Search for "as-built drawings UK" and almost every result you find will be a measured survey company. This is not because as-built drawings and measured surveys are the same thing — they are not — but because the two terms have become tangled together in how the industry talks about them.
This confusion costs people money. Every week, contractors, facilities managers, and project teams pay for a full measured survey when they already have everything needed to produce accurate as-built drawings without one. Understanding the actual difference between the two will help you get the right service, at the right cost, in the right timeframe.
A measured survey is a physical site visit where a surveyor measures an existing building or structure using laser scanning, total station survey equipment, or manual measurement. The output is a set of dimensionally accurate drawings or a point cloud model that records the building exactly as it currently exists.
A measured survey is the right choice when no reliable drawings exist for a building at all. This applies to older buildings predating CAD, heritage and listed structures, properties that have changed hands multiple times with no documentation passed on, or any situation where the actual as-built condition is genuinely unknown and needs to be captured from scratch.
Measured surveys are accurate, but they are also the most expensive and slowest way to produce as-built documentation, because someone has to physically attend site, capture the data, and process it before any drawings exist.
An as-built drawing is a drawing that records the final, completed condition of a construction project — incorporating every change made during the build. It does not require a new site survey if the information needed to update the drawings already exists in another form.
That information usually exists as redline markups — handwritten or PDF-annotated changes made by site teams throughout construction — combined with the original design drawings. If a contractor has maintained a reasonable redline record throughout the build, as-built drawings can be produced directly from that record without anyone visiting site.
This is the critical distinction. A measured survey captures an unknown building from scratch. An as-built drawing updates a known design with the changes that were made during construction. They solve different problems, and one is usually far faster and cheaper than the other.
For the vast majority of completed construction projects in the UK, this second category applies. The information needed already exists — it just needs to be turned into a proper drawing set.
A measured survey involves booking a surveyor, scheduling site access, the survey itself, data processing, and then drawing production — typically a process measured in weeks, with costs that scale significantly with building size and complexity.
As-built drawing production from existing redlines and design drawings can be turned around in 24 to 48 hours for a standard project, because there is no site visit required and no raw survey data to process. The cost is correspondingly lower, since the work is purely CAD production rather than data capture plus production.
A simple way to check is to ask: do I already have design drawings for this building, and were any changes during construction recorded in some form — markups, photos, site notes? If yes to both, you almost certainly need as-built drawing production, not a survey.

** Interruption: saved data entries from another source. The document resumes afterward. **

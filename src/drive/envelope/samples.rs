//! Reads a list of samples, with or without times of its own, and says what stands between them.
//!
//! A list is spread over `length`: n equal parts where the values are held, n - 1 equal steps where the last value stands at
//! the end. With times, the last one is the end, but for `hold`, where `length` says where the last value ends.

use std::sync::Arc;

use super::band_limited::BandLimited;
use super::held::Held;
use super::linear::Linear;
use super::{Between, Curve, Parameters, ShapeFault};

/// By how much steps may differ, as a share of a step, and a length from the last time, as a share of it.
const EQUAL: f64 = 1e-9;

/// Reads `samples`, their times, `length` and `between`.
pub(super) fn build(parameters: &Parameters) -> Result<Arc<dyn Curve>, ShapeFault> {
    let between = parameters.between.ok_or(ShapeFault::Missing { key: "between" })?;
    let values = parameters.samples.clone().ok_or(ShapeFault::Missing { key: "samples" })?;
    let needed = if between == Between::Hold { 1 } else { 2 };
    if values.len() < needed {
        return Err(ShapeFault::TooFewSamples { found: values.len(), needed });
    }
    if let Some((index, value)) = values.iter().enumerate().find(|(_, value)| !value.is_finite()) {
        return Err(ShapeFault::SampleNotFinite { index, value: *value });
    }
    if let Some(times_s) = &parameters.sample_times_s {
        refuse_disorder(times_s, values.len())?;
    }
    match between {
        Between::Hold => {
            let length_s = parameters.length()?;
            let starts_s = match &parameters.sample_times_s {
                Some(times_s) => held_times(times_s, length_s)?,
                None => equal_parts(length_s, values.len()),
            };
            Ok(Arc::new(Held { starts_s, values, length_s }))
        }
        Between::Linear => {
            let times_s = match &parameters.sample_times_s {
                Some(times_s) => {
                    end_s(times_s, parameters.length_s)?;
                    times_s.clone()
                }
                None => equal_steps(parameters.length()?, values.len()),
            };
            Ok(Arc::new(Linear { times_s, values }))
        }
        Between::BandLimited => {
            let length_s = match &parameters.sample_times_s {
                Some(times_s) => {
                    let length_s = end_s(times_s, parameters.length_s)?;
                    refuse_unequal(times_s)?;
                    length_s
                }
                None => parameters.length()?,
            };
            Ok(Arc::new(BandLimited::new(values, length_s)))
        }
    }
}

/// Starts of `n` equal parts of `length_s`.
fn equal_parts(length_s: f64, n: usize) -> Arc<[f64]> {
    (0..n).map(|k| k as f64 * length_s / n as f64).collect()
}

/// `n` times in equal steps from 0 to `length_s`, which the last one is to the bit.
fn equal_steps(length_s: f64, n: usize) -> Arc<[f64]> {
    (0..n).map(|k| if k == n - 1 { length_s } else { k as f64 * length_s / (n - 1) as f64 }).collect()
}

/// The times are as many as the samples and ascend from 0.
fn refuse_disorder(times_s: &[f64], samples: usize) -> Result<(), ShapeFault> {
    if times_s.len() != samples {
        return Err(ShapeFault::TimesNotAsMany { times: times_s.len(), samples });
    }
    if times_s[0] != 0.0 {
        return Err(ShapeFault::FirstTimeNotZero { time_s: times_s[0] });
    }
    for (before, pair) in times_s.windows(2).enumerate() {
        if !(pair[1].is_finite() && pair[1] > pair[0]) {
            return Err(ShapeFault::TimesNotAscending { index: before + 1, time_s: pair[1] });
        }
    }
    Ok(())
}

/// The times as starts of values of which the last ends at `length_s`.
fn held_times(times_s: &Arc<[f64]>, length_s: f64) -> Result<Arc<[f64]>, ShapeFault> {
    let last_s = times_s[times_s.len() - 1];
    if length_s <= last_s {
        return Err(ShapeFault::EndsBeforeLastSample { length_s, last_s });
    }
    Ok(times_s.clone())
}

/// The last time, which a length beside it must not contradict, s.
fn end_s(times_s: &[f64], length_s: Option<f64>) -> Result<f64, ShapeFault> {
    let last_s = times_s[times_s.len() - 1];
    match length_s {
        Some(length_s) if (length_s - last_s).abs() > EQUAL * last_s || length_s.is_nan() => {
            Err(ShapeFault::LengthDisagrees { length_s, last_s })
        }
        _ => Ok(last_s),
    }
}

/// Every step is the mean one.
fn refuse_unequal(times_s: &[f64]) -> Result<(), ShapeFault> {
    let equal_s = times_s[times_s.len() - 1] / (times_s.len() - 1) as f64;
    for (before, pair) in times_s.windows(2).enumerate() {
        let step_s = pair[1] - pair[0];
        if (step_s - equal_s).abs() > EQUAL * equal_s {
            return Err(ShapeFault::UnequalSteps { index: before + 1, step_s, equal_s });
        }
    }
    Ok(())
}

If you genuinely have no drawings at all, or the building has been altered so many times that nobody is confident what is actually there, a measured survey is the right starting point — and at that stage, Outsource CAD's point cloud to CAD service can take scan data from a survey and turn it into drawings or a BIM model.
Outsource CAD specialises in as-built drawing production from redline markups, site photographs, and existing design drawings — without requiring a new measured survey. We work across construction, M&E, oil and gas, and telecoms projects, producing CDM-compliant as-built drawing sets within 24 to 48 hours.
If you have redlines sitting in a folder from a project that completed months ago, or a CDM health and safety file that still needs as-built drawings before it can be signed off, get in touch. Send your original drawings and redline markups to info@outsourcecad.com or call +44 28 9009 8876 and we will confirm whether a survey is genuinely needed — or whether we can turn your existing information into a finished drawing set within two days.
Is an as-built drawing the same as a record drawing?
Yes. As-built drawings and record drawings are the same thing — both refer to drawings that capture the final, completed condition of a construction project.
Can I get as-built drawings without a site survey?
Yes, in most cases. If you have the original design drawings and a reasonable record of changes made during construction — redline markups, site photos, or annotated PDFs — as-built drawings can be produced directly from that information without a new survey.
When is a measured survey actually necessary?
A measured survey is necessary when no reliable drawings exist for the building, when the building has been altered repeatedly with no documentation, or when a high level of dimensional accuracy is required that markups cannot provide.
How much faster is as-built drawing production compared to a measured survey?
As-built drawings from existing redlines can typically be turned around in 24 to 48 hours. A full measured survey, including site visit, data processing, and drawing production, typically takes several weeks depending on building size and complexity.
Are as-built drawings required by law?
As-built drawings are required under CDM Regulations 2015 as part of the health and safety file for notifiable construction projects, and are commonly required by building control and facilities management procedures.